The era of geek pork has arrived
With yesterday’s announcement of a baffling new 4 Mbps minimum broadband speed standard, the era of full blown geek pork barrel has arrived. I probably shouldn’t be surprised given that my fellow geeks and tech addicts are a growing demographic. The geek blogosphere seems to be celebrating hallelujah and see this as necessary government intervention. Given the fact that it is unlikely that the private sector will invest at the impossible-to-please pace that many of my fellow geeks deem appropriate, their next “logical” next step would be government intervention and possibly even a government run operation.
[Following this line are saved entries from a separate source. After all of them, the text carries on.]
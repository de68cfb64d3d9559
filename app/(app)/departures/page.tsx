import type { Metadata } from 'next';
import { PageHeader } from '@/components/ui/primitives';
import { BookingForm, type BookableAircraft } from '@/components/departures/BookingForm';
import { DepartureList } from '@/components/departures/DepartureList';
import { pageUser } from '@/lib/auth/page';
import { can } from '@/lib/auth/permissions';
import { aircraftIdsFlownBy, listAircraft, listPilotChoices, type AircraftRecord } from '@/lib/data/aircraft';
import { listDepartures } from '@/lib/data/departures';
import { plansForDepartures } from '@/lib/data/plans';
import { ReadinessCell } from '@/components/board/ReadinessCell';
import { OilTooColdBanner } from '@/components/board/OilTooColdBanner';
import { OutcomeSection } from '@/components/outcomes/OutcomeCard';
import { outcomeEntries } from '@/lib/data/outcomes';

export const metadata: Metadata = { title: 'Departures' };

const HOUR_MS = 3_600_000;

function bookable(a: AircraftRecord): BookableAircraft[] {
  if (!a.airfield || !a.shelter) return [];
  return [
    {
      id: a.id,
      registration: a.registration,
      typeLabel: a.typeLabel,
      airfield: { id: a.airfield.id, name: a.airfield.name, timeZone: a.airfield.timeZone },
      shelterName: a.shelter.name,
      classReadyC: a.classDefaults.readyC,
      heaterW: a.heaters.reduce((s, h) => s + h.powerW, 0),
    },
  ];
}

export default async function Page({ searchParams }: { searchParams: Promise<{ aircraft?: string }> }) {
  const user = await pageUser('departures:book-own');
  const { aircraft: pre } = await searchParams;
  const bookAny = can(user.role, 'departures:book-any');
  const nowMs = Date.now();
  const [fleet, flies, pilots, departures, mornings] = await Promise.all([
    listAircraft({ orgId: user.orgId }),
    bookAny ? Promise.resolve(null) : aircraftIdsFlownBy({ orgId: user.orgId, userId: user.id }),
    bookAny ? listPilotChoices({ orgId: user.orgId }) : Promise.resolve([]),
    // The same window and scope as GET /api/departures, so SWR takes over seamlessly.
    listDepartures({ orgId: user.orgId, fromMs: nowMs - 6 * HOUR_MS, toMs: nowMs + 14 * 24 * HOUR_MS, pilotId: bookAny ? undefined : user.id }),
    // Mornings of the last 36 hours, for the "Oil at start" cards (Morning outcomes).
    outcomeEntries({ orgId: user.orgId, pilotId: bookAny ? undefined : user.id, now: new Date(nowMs) }),
  ]);
  const plans = await plansForDepartures({ orgId: user.orgId, departures, now: new Date(nowMs) });
  const readiness = Object.fromEntries(plans.map((p) => [p.departureId, <ReadinessCell key={p.departureId} plan={p} units={user.tempUnit} nowMs={nowMs} />]));
  // The oil-too-cold warning: my own departures (as pilot) that will not be ready.
  // The banner warns about the coming morning (within 36 h); later days show it in their row.
  const tooCold = plans.filter((p) => p.pilot.id === user.id && (p.status === 'short' || p.status === 'unplanned') && Date.parse(p.departAt) < nowMs + 36 * HOUR_MS);
  const choices = fleet.filter((a) => !flies || flies.includes(a.id)).flatMap(bookable);
  const pilotChoices = bookAny ? [{ id: user.id, name: user.name }, ...pilots.filter((p) => p.id !== user.id)] : undefined;
  return (
    <>
      <PageHeader
        title="Departures"
        subtitle={bookAny ? 'Every booked first flight of the day, and booking for any pilot.' : 'Your first flights of the day and whether the oil will be warm enough.'}
      />
      <OilTooColdBanner plans={tooCold} units={user.tempUnit} />
      <OutcomeSection entries={mornings} tempUnit={user.tempUnit} showPilot={bookAny} />
      {choices.length ? (
        <a href="#book-h" className="mb-4 inline-flex min-h-11 items-center rounded-xl bg-ice-700 px-4 text-sm font-semibold text-white hover:bg-ice-800 dark:bg-ice-500 dark:text-slate-950">
          Book a departure
        </a>
      ) : null}
      <div className="grid gap-5">
        <div className="order-2 max-w-xl scroll-mt-20">
          {choices.length ? (
            <BookingForm aircraft={choices} pilots={pilotChoices} selfId={user.id} tempUnit={user.tempUnit} nowMs={nowMs} preselect={pre ? Number(pre) : undefined} />
          ) : (
            <p className="rounded-2xl border border-dashed border-slate-300 p-5 text-sm text-slate-600 dark:border-slate-700 dark:text-slate-400">
              You are not listed as a pilot of any aircraft yet. Ask an operator to add you to the aircraft you fly.
            </p>
          )}
        </div>
        <section aria-labelledby="upcoming-h" className="order-1 min-w-0">
          <h2 id="upcoming-h" className="mb-3 text-lg font-semibold">{bookAny ? 'Upcoming departures' : 'Your upcoming departures'}</h2>
          <DepartureList initial={departures} tempUnit={user.tempUnit} selfId={user.id} manageAll={bookAny} nowMs={nowMs} extraById={readiness} extraLabel="Readiness at departure" />
        </section>
      </div>
    </>
  );
}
Even self purported “Conservative/Libertarian” types like ArsTechnica reader “MikeStewart” thinks that the government needs to step in. Well known tech columnists like the Wall Street Journal’s Walt Mossberg cites the myth that the US is behind “anyone else” and the blogosphere echo chamber quickly regurgitate it as fact. Many of these myths are based on the now widely discredited Berkman study. Others like “John Smith” commenting on AT&T’s policy blog says that “If it takes a sledgehammer from the US government to force AT&T to upgrade its service against its will, then I am all for it”. Really? I didn’t know that’s how democracies worked not to mention the fact that major Telcos like AT&T and Verizon each already invest more in CAPEX than all the dotcoms combined.
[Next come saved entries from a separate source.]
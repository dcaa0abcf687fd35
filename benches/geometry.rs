//! Building the layout of an 8-layer, 100-turn circular coil (issue 2's
//! speed note: should take milliseconds), and a 6-sided one with round corners.
use coilwright::design::{Corner, Design, Shape};
use coilwright::geometry;
use criterion::{Criterion, criterion_group, criterion_main};
use std::hint::black_box;

fn design(shape: Shape, corner: Corner) -> Design {
    let mut d = Design::sample();
    d.coil.shape = shape;
    d.coil.corner = corner;
    d.coil.layers = 8;
    d.coil.turns = 100.0;
    d.coil.inner_diameter = 10.0;
    d.stackup.copper = vec![0.035; 8];
    d.stackup.dielectric = vec![0.05; 7];
    d
}

fn bench(c: &mut Criterion) {
    let circle = design(Shape::Circle, Corner::Sharp);
    c.bench_function("layout 8 layers x 100 turns circle", |b| {
        b.iter(|| geometry::build(black_box(&circle)).unwrap())
    });
    let hex = design(Shape::Polygon { sides: 6 }, Corner::Round { radius: 0.3 });
    c.bench_function("layout 8 layers x 100 turns hexagon, round corners", |b| {
        b.iter(|| geometry::build(black_box(&hex)).unwrap())
    });
}

criterion_group!(benches, bench);
criterion_main!(benches);
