//! One full sweep candidate (parse, geometry, rule check, analysis at
//! `Detail::Metrics`, metrics) for a 4-layer, 20-turn circular coil, and a
//! 61-candidate batch through `Sweep::run` (parallel, all cores), so the
//! candidates-per-second figure of issue 6 can be read off.
//!
//! Figures on the 2-core development machine (2026-12-02; timings there
//! vary by about 10 % from run to run): the batch took 329 ms before the
//! speed work of that day (185 candidates/s) and about 87 ms after it
//! (about 700/s); the target is 61 ms (1000/s). The batch repeats the same
//! 61 designs, so its per-thread GMD cache is warm; a sweep of 601
//! distinct designs (`coilwright sweep` on this design with
//! `--vary turns=17..20:0.005`) takes 0.92-1.07 s on both cores (560-650
//! candidates/s) and about 1.6 s on one. One candidate on one thread,
//! repeated: parse and build 0.08 ms, rule check 0.84 ms, analysis
//! 1.34 ms, led by the Biot-Savart sums and Maxwell's ring pairs.

use coilwright::explore::{self, Evaluation, Objective, Sweep};
use coilwright::{physics, rules, spec};
use criterion::{Criterion, criterion_group, criterion_main};
use std::hint::black_box;

const BASE: &str = r#"
name = "bench"
[coil]
outer_diameter = "20mm"
turns = 20
trace_width = "0.15mm"
clearance = "0.1mm"
layers = 4
[magnet]
diameter = "5mm"
thickness = "2mm"
remanence = "1.3T"
gap = "0.5mm"
[drive]
voltage = "3.3V"
"#;

fn evaluate(text: &str) -> Evaluation {
    let (d, l) = match spec::parse_and_build(text) {
        Ok(built) => built,
        Err(e) => return Evaluation::Invalid(e.to_string()),
    };
    let profile = rules::Profile::builtin("standard").expect("built-in profile");
    let v = rules::check(&d, &l, &profile);
    let a = physics::analyse_with(&d, &l, physics::Detail::Metrics).expect("analysis");
    let json = serde_json::to_value(&a).expect("json");
    Evaluation::Metrics(explore::metrics(&d, &l, &v, &json))
}

fn bench(c: &mut Criterion) {
    c.bench_function("sweep candidate 4 layers x 20 turns (one core)", |b| {
        b.iter(|| evaluate(black_box(BASE)))
    });
    let known: Vec<String> = match evaluate(BASE) {
        Evaluation::Metrics(m) => m.into_keys().collect(),
        _ => panic!("base design must evaluate"),
    };
    let sweep = Sweep::new(
        BASE,
        vec![explore::parse_vary("turns=17..20:0.05").expect("vary")],
        vec![],
        Objective {
            metric: "force_per_sqrt_w_n".into(),
            maximize: true,
        },
        None,
        &known,
    )
    .expect("sweep");
    assert_eq!(sweep.len(), 61);
    let mut g = c.benchmark_group("sweep batch");
    g.sample_size(10);
    g.bench_function("61 candidates, all cores", |b| {
        b.iter(|| sweep.run(evaluate, || {}))
    });
    g.finish();
}

criterion_group!(benches, bench);
criterion_main!(benches);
But these inconvenient facts won’t stop Jason Rosenbaum from proclaiming that the US telecom companies “are too greedy to invest in infrastructure. Rosenbaum goes as far as proclaiming that “net neutrality” is needed to force ISPs the upgrade even though it would likely do the opposite by starving the ISPs of their means to invest. The most extreme form of “net neutrality” would harm present revenues of the major Telcos and Cable companies by outlawing their existing business models and even the less extreme forms of net neutrality would eliminate current and future legitimate ISP business models. I’ve yet to meet a business that increases its investment when the regulatory environment (e.g., net neutrality or dubious reclassification proposals) precludes them from getting a return on that investment.
Trying to understand these irrational demands from a rational perspective might be a fool’s errand if the Internet entitlement geeks believe what they want to believe. At the root of this anger against the ISPs is that they want faster Internet access and they don’t want to pay for it and they want a healthy dose of government interventions (read subsidies). If 14 to 24 million people in high cost areas are too expensive for the free market to serve, then they want to declare broadband (now 4 Mbps minimum) a basic human right (note that the word “right” is a euphemism for “entitlement”) and that’s going to have to involve a few hundred billion dollars to cover ~5% of the population. And if we listen to Walt Mossberg, we can’t forget about the rest of the country and it sounds like he wouldn’t be happy until the U.S. is better than “anyone” which he really means better than Korea and Japan. If that involves another few hundred billion entitlement dollars, spending other people’s money is certainly easier than spending one’s own money.
I can’t deny that broadband subsidies look really good to me since I’m about as geeky as they come, but it would involve extracting contributions from my fellow tax payers. Since I can’t in good conscious take this subsidy, I feel as if I have a duty to point out pork when I see it.